3 El rapto de Seleine

 

El tiempo dejó de existir.

Con la cabeza a ras del agua, Bayir pasó mucho rato observando a la pequeña habitante de la isla.

No supo qué hacer hasta que, de pronto, ella corrió al agua y se arrojó de cabeza riendo.

Nadaba como el propio rey pez. Nadaba como los delfines o las sinuosas anguilas, como las sutiles rayas o las lánguidas medusas. El mar la acariciaba.

Tan bella como un coral.

Bayir se aproximó tanto que, sin darse cuenta, saltó por encima de las aguas y cruzó el cielo igual que un pájaro, con las aletas extendidas. El astro llameante le arrancó todos los destellos imaginables, desparramando un arco iris de verdad en la trayectoria semicircular de su vuelo. Cuando volvió a caer al agua, dejó de ocultarse. Nadó tan cerca de ella que les bastó extender una mano y una aleta para tocarse.

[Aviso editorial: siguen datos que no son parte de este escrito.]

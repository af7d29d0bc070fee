//! What the planner stores beside the week: dietitian pins per athlete and
//! date, sweat-rate tests, a team's plan settings, and calendar-feed links.

use std::collections::HashMap;

use chrono::{DateTime, NaiveDate, Utc};
use rand::RngCore;
use serde::{Deserialize, Serialize};
use tracing::instrument;
use utoipa::ToSchema;
use uuid::Uuid;

use super::audit::{self, Action, Actor, Entry};
use super::{Db, Precondition, Write, from_json, now_text, parse_instant, to_json};
use crate::engine::day::settings::{DayPins, PlanSettings};
use crate::engine::hydration::SweatRateInput;

/// A dietitian's pinned targets for an athlete on a date.
#[derive(Debug, Clone, Serialize, ToSchema)]
pub struct DayPin {
    pub athlete_id: Uuid,
    pub local_date: NaiveDate,
    /// Daily carbohydrate, g/kg.
    pub carbohydrate_g_per_kg: Option<f64>,
    /// Daily protein, g/kg.
    pub protein_g_per_kg: Option<f64>,
    /// Daily energy intake, kcal.
    pub energy_kcal: Option<f64>,
    pub note: Option<String>,
    pub version: i64,
    pub updated_at: DateTime<Utc>,
}

impl DayPin {
    pub fn pins(&self) -> DayPins {
        DayPins {
            carbohydrate_g_per_kg: self.carbohydrate_g_per_kg,
            protein_g_per_kg: self.protein_g_per_kg,
            energy_kcal: self.energy_kcal,
        }
    }
}

struct PinRow {
    athlete_id: String,
    local_date: String,
    carbohydrate_g_per_kg: Option<f64>,
    protein_g_per_kg: Option<f64>,
    energy_kcal: Option<f64>,
    note: Option<String>,
    version: i64,
    updated_at: String,
}

impl PinRow {
    fn into_pin(self) -> Result<DayPin, sqlx::Error> {
        Ok(DayPin {
            athlete_id: super::uuid(&self.athlete_id)?,
            local_date: super::date(&self.local_date)?,
            carbohydrate_g_per_kg: self.carbohydrate_g_per_kg,
            protein_g_per_kg: self.protein_g_per_kg,
            energy_kcal: self.energy_kcal,
            note: self.note,
            version: self.version,
            updated_at: parse_instant(&self.updated_at)?,
        })
    }
}

async fn fetch_pin(
    conn: &mut sqlx::SqliteConnection,
    athlete_id: Uuid,
    date: NaiveDate,
) -> Result<Option<DayPin>, sqlx::Error> {
    let athlete = athlete_id.to_string();
    let date = date.to_string();
    sqlx::query_as!(
        PinRow,
        "SELECT athlete_id, local_date, carbohydrate_g_per_kg, protein_g_per_kg, energy_kcal, note, version, updated_at
         FROM day_pins WHERE athlete_id = ? AND local_date = ?",
        athlete,
        date
    )
    .fetch_optional(conn)
    .await?
    .map(PinRow::into_pin)
    .transpose()
}

/// Pins of one athlete in a span, by date.
#[instrument(skip_all)]
pub async fn pins_for_athlete(
    db: &Db,
    athlete_id: Uuid,
    span: (NaiveDate, NaiveDate),
) -> Result<Vec<DayPin>, sqlx::Error> {
    let athlete = athlete_id.to_string();
    let from = span.0.to_string();
    let to = span.1.to_string();
    sqlx::query_as!(
        PinRow,
        "SELECT athlete_id, local_date, carbohydrate_g_per_kg, protein_g_per_kg, energy_kcal, note, version, updated_at
         FROM day_pins WHERE athlete_id = ? AND local_date >= ? AND local_date <= ? ORDER BY local_date",
        athlete,
        from,
        to
    )
    .fetch_all(&db.read)
    .await?
    .into_iter()
    .map(PinRow::into_pin)
    .collect()
}

/// Pins of a team's athletes in a span, keyed by (athlete, date).
#[instrument(skip_all)]
pub async fn pins_for_team(
    db: &Db,
    team_id: Uuid,
    span: (NaiveDate, NaiveDate),
) -> Result<HashMap<(Uuid, NaiveDate), DayPins>, sqlx::Error> {
    let team = team_id.to_string();
    let from = span.0.to_string();
    let to = span.1.to_string();
    sqlx::query_as!(
        PinRow,
        "SELECT p.athlete_id, p.local_date, p.carbohydrate_g_per_kg, p.protein_g_per_kg, p.energy_kcal, p.note,
                p.version, p.updated_at
         FROM day_pins p JOIN athletes a ON a.id = p.athlete_id
         WHERE a.team_id = ? AND p.local_date >= ? AND p.local_date <= ?",
        team,
        from,
        to
    )
    .fetch_all(&db.read)
    .await?
    .into_iter()
    .map(|row| row.into_pin().map(|p| ((p.athlete_id, p.local_date), p.pins())))
    .collect()
}

#[instrument(skip_all)]
pub async fn get_pin(
    db: &Db,
    athlete_id: Uuid,
    date: NaiveDate,
) -> Result<Option<DayPin>, sqlx::Error> {
    let mut conn = db.read.acquire().await?;
    fetch_pin(&mut conn, athlete_id, date).await
}

#[instrument(skip_all)]
#[allow(clippy::too_many_arguments)]
pub async fn put_pin(
    db: &Db,
    actor: Actor,
    team_id: Uuid,
    athlete_id: Uuid,
    date: NaiveDate,
    expected: &Precondition,
    pins: &DayPins,
    note: Option<&str>,
) -> Result<Write<DayPin>, sqlx::Error> {
    let mut tx = db.begin_write().await?;
    let before = fetch_pin(&mut tx, athlete_id, date).await?;
    if !expected.allows(before.as_ref().map(|p| p.version)) {
        return Ok(Write::Stale);
    }
    let athlete = athlete_id.to_string();
    let on = date.to_string();
    let now = now_text();
    sqlx::query!(
        "INSERT INTO day_pins (athlete_id, local_date, carbohydrate_g_per_kg, protein_g_per_kg, energy_kcal, note, version, updated_at)
         VALUES (?, ?, ?, ?, ?, ?, 1, ?)
         ON CONFLICT (athlete_id, local_date) DO UPDATE SET carbohydrate_g_per_kg = excluded.carbohydrate_g_per_kg,
             protein_g_per_kg = excluded.protein_g_per_kg, energy_kcal = excluded.energy_kcal, note = excluded.note,
             version = day_pins.version + 1, updated_at = excluded.updated_at",
        athlete,
        on,
        pins.carbohydrate_g_per_kg,
        pins.protein_g_per_kg,
        pins.energy_kcal,
        note,
        now
    )
    .execute(&mut *tx)
    .await?;
    let after = fetch_pin(&mut tx, athlete_id, date)
        .await?
        .ok_or(sqlx::Error::RowNotFound)?;
    audit::record(
        &mut tx,
        actor,
        Entry {
            team_id: Some(team_id),
            action: if before.is_some() {
                Action::Update
            } else {
                Action::Create
            },
            entity_type: "day_pin",
            entity_id: format!("{athlete_id}/{date}"),
            before: before.map(|b| serde_json::to_value(b).unwrap_or_default()),
            after: Some(serde_json::to_value(&after).unwrap_or_default()),
        },
    )
    .await?;
    tx.commit().await?;
    Ok(Write::Done(after))
}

La piel de la pequeña era suave.

La de Bayir, fascinante.

Los dos se quedaron mirando, sorprendidos pero también felices.

–¿Cómo te llamas? –le preguntó Bayir.

–Seleine –dijo ella.

–Yo soy el rey del mar, el rey de todos los peces, y mi nombre es Bayir.

–Pero hablas como yo –se sorprendió la pequeña.

–Os he observado mucho tiempo. ¿Qué eres?

–Una niña, un ser humano.

–¿Y él? –preguntó Bayir señalando el astro del cielo, que en ese momento se sumergía entre las olas.

–Es el sol. Nos da vida, calor y energía.

–Sabes muchas cosas –suspiró el pez.

–Sé lo que sabe cualquiera –dijo ella, y volvió a tocarle con la mano.

Bayir se estremeció.

–Ahora debo irme –anunció Seleine.

–¿Por qué?

–Es hora de cenar, tengo que volver a casa. Solo quería darme el último baño del día.

–¿Tu casa?

–El lugar donde vivo. Está hecha con hojas de palma, y es muy agradable y bonita.

–Mi casa es el mar. También es agradable y hermoso.

–Entonces, eres afortunado.

–Ven –dijo el pez de repente, y le tendió una aleta.

–No puedo –se entristeció la niña antes de que su rostro volviera a iluminarse–. Pero regresaré mañana, y pasado, y siempre, para verte y ser tu amiga.

–No, no lo harás –el semblante del pez se ensombreció.

–Claro que lo haré. ¿Por qué iba a engañarte?

–Vosotros nos pescáis y nos coméis.

–¡Yo nunca haría eso! –protestó Seleine.

Los ojos de Bayir se llenaron de luces.

–Eres muy bonita –dijo.

–Y tú, el pez más increíble y bello que jamás haya visto.

El sol, como lo llamaba la niña, desapareció bajo las aguas.

La niña iba a marcharse.

Nadaría hacia la orilla, echaría a andar sobre sus frágiles piernas y desaparecería.

Bayir se estremeció todavía más.

Porque no quería perderla.

Quería...

Lo que hizo entonces fue un arrebato, una locura, algo en lo que ni siquiera había pensado. Simplemente... reaccionó así, movido por su joven ímpetu y su instinto animal.

Se acercó a Seleine, la rodeó con sus aletas en el más dulce de los abrazos y, sujetándola con fuerza, se la llevó al fondo del mar.